STATEMENT OF DOUGLAS JAMERSON, SECRETARY, FLORIDA DEPARTMENT OF 
                 LABOR AND EMPLOYMENT SECURITY

    Mr. Jamerson. Good afternoon, Mr. Chairman and members of 
the subcommittee. I am very pleased to be here today and to 
have this opportunity to testify before you on H.R. 3684----
    Chairman Shaw. Douglas pull that mic to you, if you would, 
sir. Thank you.
    Mr. Jamerson [continuing]. The Employment Security 
Financing Act of 1998.
    Let me begin my remarks by commending you, Mr. Chairman, 
for your prescience in sponsoring such a comprehensive reform 
package. H.R. 3684 will provide welcome relief to States such 
as Florida that receive a disproportionately low return of FUTA 
tax revenue.
    H.R. 3684 represents a bold departure that holds the 
promise of a future in which the unemployment compensation 
system will be able to fulfill its mission in a rapidly-
changing workplace.
    We in Florida are blessed by a continuing strong national 
economy that supports the lowest level of unemployment in 
modern history. However, we would be naive to think that the 
cycle of growth will continue unabated. The very nature of work 
and one's relationship to the workplace is in the process of 
being redesigned. The dynamics of the employer-employee 
relationship is undergoing profound evolution. In this setting, 
the goals envisioned by H.R. 3684 could not come at a more 
opportune time.
    I would like to discuss the provisions of H.R. 3684 with 
you in the context of the impact that I believe that they will 
have on the State of Florida and the system that I am charged 
with overseeing.
    I don't know if I'm stopping, but you might have to stop 
for me [referring to the bells ringing]. [Laughter.]

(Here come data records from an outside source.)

/**
 * The χ(N) tensor of one sample in the lab frame, with its cylindrical content and mirror parities,
 * cached per (point group, cut, azimuth, order, surface, permutation symmetry). Bulk: the solved
 * crystal form rotated by the cut. Surface: the isotropic-interface (∞m) form, already in the lab
 * frame (z = normal), which replaces the bulk tensor.
 */
import type { Mat3, Vec3 } from './linalg'
import type { PointGroup } from './point-groups'
import type { TensorForm } from './tensor-forms'
import type { PermutationSymmetry } from './tensor-space'
import type { CylindricalContent } from './cylindrical-content'
import type { Parity } from './mirror-parity'
import { getPointGroup } from './point-groups'
import { solveTensorForm } from './tensor-forms'
import { labFrame, rotateToSample } from './cut-rotation'
import { computeCylindricalContent } from './cylindrical-content'
import { computeMirrorParity } from './mirror-parity'
import { normalizeMirror } from './structure'

/** What identifies a sample tensor. Vectors in the crystal Cartesian frame, azimuth in degrees. */
export interface SampleTensorInput {
  pointGroup: string
  normal: Vec3
  reference: Vec3
  azimuthDeg?: number
  order: number
  surface?: boolean
  symmetry?: PermutationSymmetry
}

/** A lab-frame tensor subspace with its derived content (see module doc). */
export interface SampleTensor {
  key: string
  group: PointGroup
  /** The solved form used (crystal form, or the ∞m form when `isSurface`). */
  form: TensorForm
  isSurface: boolean
  frame: Mat3
  rank: number
  /** Lab-frame basis tensors of the allowed subspace. */
  tensors: readonly Float64Array[]
  content: CylindricalContent
  /** Memo of parities per normalised mirror azimuth. */
  parities: Map<number, Parity>
  /** Memo for derivation text that depends only on the sample. */
  notes: string[]
}

const cache = new Map<string, SampleTensor>()
const MAX_CACHE = 10_000

/** Cache key of a sample tensor. */
export function sampleTensorKey(input: SampleTensorInput): string {
  return [input.pointGroup, input.normal.join(','), input.reference.join(','), input.azimuthDeg ?? 0, input.order, input.surface ? 1 : 0, input.symmetry ?? 'intrinsic'].join('|')
}

/** The lab-frame χ(N) of a sample (cached). Throws EngineError for bad group, order or vectors. */
export function prepareSampleTensor(input: SampleTensorInput): SampleTensor {
  const key = sampleTensorKey(input)
  const hit = cache.get(key)
  if (hit) return hit
  const group = getPointGroup(input.pointGroup, 'crystal.pointGroup')
  const frame = labFrame({ normal: input.normal, reference: input.reference, azimuthDeg: input.azimuthDeg })
  const symmetry = input.symmetry ?? 'intrinsic'
  const isSurface = input.surface === true
  const form = solveTensorForm(isSurface ? '∞m' : group.symbol, input.order, { symmetry })
  const tensors = isSurface ? form.tensors : form.tensors.map((t) => rotateToSample(t, form.rank, frame))
  const sample: SampleTensor = {
    key, group, form, isSurface, frame, rank: form.rank, tensors,
    content: computeCylindricalContent(tensors, form.rank), parities: new Map(), notes: [],
  }
  if (cache.size >= MAX_CACHE) cache.clear()
  cache.set(key, sample)
  return sample
}

/** Parity of the sample tensor under the vertical mirror at ψ degrees (lab frame), memoised. */
export function sampleParity(sample: SampleTensor, psiDeg: number): Parity {
  const psi = normalizeMirror(psiDeg)
  let p = sample.parities.get(psi)
  if (p === undefined) {
    p = computeMirrorParity(sample.tensors, sample.rank, psi)
    sample.parities.set(psi, p)
  }
  return p
}

/** Empty the sample-tensor cache (benchmarks measure cold evaluations with it). */
export function clearSampleTensorCache(): void {
  cache.clear()
}
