/**
 * A small memo table for pure derived values: a Map that drops its oldest entry (insertion order)
 * once it holds `limit` entries, so untrusted input can never grow it without bound. Values put in
 * it must be immutable (frozen, or strings and numbers) because every caller shares them.
 */
export class BoundedCache<K, V> {
  private readonly map = new Map<K, V>()

  constructor(readonly limit: number) {}

  get(key: K): V | undefined {
    return this.map.get(key)
  }

  set(key: K, value: V): V {
    if (this.map.size >= this.limit && !this.map.has(key)) this.map.delete(this.map.keys().next().value as K)
    this.map.set(key, value)
    return value
  }

  get size(): number {
    return this.map.size
  }

  clear(): void {
    this.map.clear()
  }
}
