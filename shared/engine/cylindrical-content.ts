/**
 * Cylindrical content Q of a (lab-frame) tensor subspace: the set of q for which the Fourier
 * component of α ↦ R_z(α)·T is non-zero, with R_z(α)·T = Σ_q T_q e^{−iqα} (a field with
 * projection m picks up e^{−imα}; q = m_out − Σ m_in). |q| ≤ rank. Because T is real, Q and its
 * weights are symmetric under q → −q; rotating T about z only changes phases, so Q and weights
 * do not depend on the in-plane azimuth.
 *
 * Weight of q: Σ ‖T_q‖² over an orthonormal basis of the subspace, divided by the subspace
 * dimension, so the weights sum to 1 and do not depend on the chosen basis.
 */
import { orthonormalize, rotationAboutAxis } from './linalg'
import { transformTensor } from './tensor-space'

/** Relative weight below which a Fourier order counts as absent. */
export const Q_WEIGHT_TOL = 1e-10

/** Cylindrical content: present q (ascending) and the weight of every present q. */
export interface CylindricalContent {
  q: number[]
  weights: { q: number; weight: number }[]
}

/**
 * Compute Q by exact discrete Fourier analysis of α ↦ R_z(α)·T on 2·rank+1 equally spaced angles
 * (exact: the map is a trigonometric polynomial of degree ≤ rank).
 * @param tensors Lab-frame basis tensors of the allowed subspace (empty → Q = {}).
 */
export function computeCylindricalContent(tensors: readonly Float64Array[], rank: number): CylindricalContent {
  const basis = orthonormalize(tensors)
  if (basis.length === 0) return { q: [], weights: [] }
  const K = 2 * rank + 1
  const power = new Float64Array(2 * rank + 1)
  const samples = Array.from({ length: K }, (_, k) => rotationAboutAxis([0, 0, 1], (2 * Math.PI * k) / K))
  const cos: number[][] = []
  const sin: number[][] = []
  for (let q = -rank; q <= rank; q++) {
    cos.push(samples.map((_, k) => Math.cos((2 * Math.PI * q * k) / K)))
    sin.push(samples.map((_, k) => Math.sin((2 * Math.PI * q * k) / K)))
  }
  for (const t of basis) {
    const rotated = samples.map((R) => transformTensor(t, rank, R))
    for (let qi = 0; qi < 2 * rank + 1; qi++) {
      const c = cos[qi]
      const s = sin[qi]
      let p = 0
      for (let f = 0; f < t.length; f++) {
        let re = 0
        let im = 0
        for (let k = 0; k < K; k++) {
          re += rotated[k][f] * c[k]
          im += rotated[k][f] * s[k]
        }
        p += re * re + im * im
      }
      power[qi] += p / (K * K)
    }
  }
  const weights: { q: number; weight: number }[] = []
  for (let q = -rank; q <= rank; q++) {
    const w = power[q + rank] / basis.length
    if (w > Q_WEIGHT_TOL) weights.push({ q, weight: w })
  }
  return { q: weights.map((w) => w.q), weights }
}
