import { fieldError } from '../../errors'
import { AnalysisError, parseTable, type ParsedTable } from '../../../shared/analysis'

/**
 * What an uploaded file is, decided from its bytes, never from its name or the browser's type:
 * magic numbers for images and PDF; strict UTF-8 without NUL/control bytes plus a table of numbers
 * for CSV/TXT spectra and sweeps, read by the analysis's own table parser. Also: original-name clean-up.
 */

export type FileKind = 'sem' | 'spectrum' | 'sweep' | 'camera' | 'other'

const IMAGE_MIMES = ['image/png', 'image/jpeg', 'image/tiff', 'image/gif', 'image/webp'] as const
/** Image types a browser shows itself (TIFF is not among them). */
export const BROWSER_IMAGES = new Set(['image/png', 'image/jpeg', 'image/gif', 'image/webp'])
export const isImageMime = (mime: string) => (IMAGE_MIMES as readonly string[]).includes(mime)

const startsWith = (b: Buffer, bytes: number[], at = 0) => bytes.every((x, i) => b[at + i] === x)
const ascii = (s: string) => [...s].map((c) => c.charCodeAt(0))

/** Sniff a binary type by its magic number (PNG, JPEG, TIFF, GIF, WebP, PDF); null when none matches. */
export function sniffBinary(b: Buffer): string | null {
  if (startsWith(b, [0x89, 0x50, 0x4e, 0x47, 0x0d, 0x0a, 0x1a, 0x0a])) return 'image/png'
  if (startsWith(b, [0xff, 0xd8, 0xff])) return 'image/jpeg'
  if (startsWith(b, [0x49, 0x49, 0x2a, 0x00]) || startsWith(b, [0x4d, 0x4d, 0x00, 0x2a])) return 'image/tiff'
  if (startsWith(b, ascii('GIF87a')) || startsWith(b, ascii('GIF89a'))) return 'image/gif'
  if (startsWith(b, ascii('RIFF')) && startsWith(b, ascii('WEBP'), 8)) return 'image/webp'
  if (startsWith(b, ascii('%PDF-'))) return 'application/pdf'
  return null
}

/** The bytes as text when they are valid UTF-8 with no NUL or other control bytes (tab, CR, LF allowed). */
export function decodeText(b: Buffer): string | null {
  let s: string
  try {
    s = new TextDecoder('utf-8', { fatal: true }).decode(b)
  } catch {
    return null
  }
  // eslint-disable-next-line no-control-regex -- finding control characters is the point
  if (/[\x00-\x08\x0b\x0c\x0e-\x1f\x7f]/.test(s)) return null
  return s.replace(/^\uFEFF/, '')
}

/**
 * The table in an upload, read by the same parser as the analysis (`parseTable` of shared/analysis),
 * so a file that passes the upload check as a table is one the analysis can read, and the reverse.
 * Null when the text is not a table of at least two rows of two columns.
 */
export function readDataTable(text: string): ParsedTable | null {
  try {
    const table = parseTable(text)
    return table.columns.length >= 2 && table.rows.length >= 2 ? table : null
  } catch (err) {
    if (err instanceof AnalysisError) return null
    throw err
  }
}

/** Keep at most `max` points of a curve: the lowest and highest point of each bucket, in order (peaks survive). */
export function downsample(points: [number, number][], max = 2000): [number, number][] {
  if (points.length <= max) return points
  const buckets = Math.floor(max / 2)
  const size = points.length / buckets
  const out: [number, number][] = []
  for (let b = 0; b < buckets; b++) {
    const slice = points.slice(Math.floor(b * size), Math.floor((b + 1) * size))
    if (!slice.length) continue
    let lo = 0
    let hi = 0
    slice.forEach((p, i) => {
      if (p[1] < slice[lo][1]) lo = i
      if (p[1] > slice[hi][1]) hi = i
    })
    for (const i of lo === hi ? [lo] : [Math.min(lo, hi), Math.max(lo, hi)]) out.push(slice[i])
  }
  return out
}

const TEXT_KINDS: FileKind[] = ['spectrum', 'sweep']
const IMAGE_KINDS: FileKind[] = ['sem', 'camera']

/**
 * The checked MIME type of an upload of `kind`, or a field-level 400 on `file`.
 * sem/camera: images; spectrum/sweep: CSV/TXT tables of numbers; other: any of these or PDF/plain text.
 */
export function checkContent(b: Buffer, kind: FileKind): string {
  if (b.length === 0) throw fieldError('file', 'The file is empty')
  const binary = sniffBinary(b)
  if (IMAGE_KINDS.includes(kind)) {
    if (binary && isImageMime(binary)) return binary
    throw fieldError(
      'file',
      'This is not an image: SEM and camera files must be PNG, JPEG, TIFF, GIF or WebP (checked by content, not by name)',
    )
  }
  if (binary) {
    if (kind === 'other') return binary
    throw fieldError(
      'file',
      `This file is ${binary}, not a text table: spectra and sweeps must be CSV or TXT with columns of numbers`,
    )
  }
  const text = decodeText(b)
  if (text === null)
    throw fieldError(
      'file',
      'The file type is not accepted: use PNG, JPEG, TIFF, GIF, WebP, PDF, or UTF-8 text (CSV/TXT)',
    )
  if (readDataTable(text)) return 'text/csv'
  if (TEXT_KINDS.includes(kind))
    throw fieldError(
      'file',
      'This does not look like a data table: expected rows of numbers separated by commas, semicolons or tabs',
    )
  return 'text/plain'
}

/**
 * A safe display name from a client's file name: the last path segment only (so `../../etc/passwd`
 * becomes `passwd`), control and bidi-override characters removed, at most 255 characters. The name
 * is only ever shown or sent back in Content-Disposition; storage paths come from the hash.
 */
export function sanitizeFileName(name: string | undefined): string {
  const base = (name ?? '').normalize('NFC').split(/[\\/]/).pop() ?? ''
  const clean = base
    // eslint-disable-next-line no-control-regex -- removing control characters is the point
    .replace(/[\x00-\x1f\x7f\u202a-\u202e\u2066-\u2069]/g, '')
    .replace(/^[.\s]+/, '')
    .trim()
  if (!clean) return 'file'
  if (clean.length <= 255) return clean
  const dot = clean.lastIndexOf('.')
  const ext = dot > 0 && clean.length - dot <= 16 ? clean.slice(dot) : ''
  return clean.slice(0, 255 - ext.length) + ext
}
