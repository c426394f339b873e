/**
 * Typed errors of the harmonic-channel engine.
 *
 * Every invalid input throws an {@link EngineError} carrying a machine-readable `code`, the dot
 * path of the offending input (`field`, e.g. `pump.angle`), the value received, and when useful
 * the allowed values and a hint. The engine never returns `null` for bad input and never logs.
 */

/** Machine-readable error codes of the engine. */
export type EngineErrorCode =
  | 'INVALID_JSON'
  | 'MISSING_FIELD'
  | 'INVALID_TYPE'
  | 'OUT_OF_RANGE'
  | 'UNKNOWN_POINT_GROUP'
  | 'UNKNOWN_PUMP_TYPE'
  | 'UNKNOWN_SHAPE'
  | 'UNKNOWN_LATTICE'
  | 'ZERO_VECTOR'
  | 'REFERENCE_PARALLEL_TO_NORMAL'
  | 'INVALID_DIRECTION'
  | 'INCONSISTENT_SYMMETRY'
  | 'UNSUPPORTED'

/** Constructor fields of an {@link EngineError}. */
export interface EngineErrorInit {
  code: EngineErrorCode
  /** Dot path of the bad input (`''` for the whole request). */
  field: string
  value: unknown
  /** Human-readable reason, without the field name (it is prefixed automatically). */
  message: string
  allowed?: readonly unknown[] | string
  hint?: string
}

/** Error thrown by the engine for any invalid input. `message` is one line: `field: reason`. */
export class EngineError extends Error {
  readonly code: EngineErrorCode
  readonly field: string
  readonly value: unknown
  readonly allowed?: readonly unknown[] | string
  readonly hint?: string

  constructor(init: EngineErrorInit) {
    const where = init.field === '' ? 'request' : init.field
    const hint = init.hint ? ` (hint: ${init.hint})` : ''
    super(`${where}: ${init.message}${hint}`.replace(/\s*\n\s*/g, ' '))
    this.name = 'EngineError'
    this.code = init.code
    this.field = init.field
    this.value = init.value
    this.allowed = init.allowed
    this.hint = init.hint
  }
}

/** Short printable form of an input value for error messages (never multi-line, ≤ 60 chars). */
export function formatValue(value: unknown): string {
  let text: string
  try {
    text = value === undefined ? 'undefined' : (JSON.stringify(value) ?? String(value))
  } catch {
    text = String(value)
  }
  return text.length > 60 ? `${text.slice(0, 57)}...` : text
}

    As I understand it, major tenets of the bill would assign 
responsibility for collection of FUTA taxes to the State agency 
beginning in the year 2000. It would also authorize 
expenditures from State administrative funds of an amount not 
to exceed $245 million annually for Fiscal Years 2000 through 
2003, subject to appropriation by the State legislature.
    These administrative dollars could then be used to provide 
for collection of the FUTA tax; to more effectively, I believe, 
determine whether or not those claiming benefits have made 
themselves available or able for suitable employment; to 
provide job search and placement services, including job 
counseling, testing, occupational and labor forecasting; to 
enhance employees' skill assessment and referral to employers, 
and to appropriate recruitment services and technical 
assistance to employers.
    Mr. Chairman and members of the subcommittee, this bill 
further provides for annual appropriation of 100 percent of the 
amount collected in both FUTA taxes and Reed Act monies to the 
States, beginning in Fiscal Year 2004, eliminating some of the 
caps that have been placed in the way.
    It authorizes expenditures of up to 140 percent of the 
amount appropriated to the States from employment security 
funds for the previous Fiscal Year, and it repeals the two-
tenths of a percent FUTA tax, surtax, effective 2004.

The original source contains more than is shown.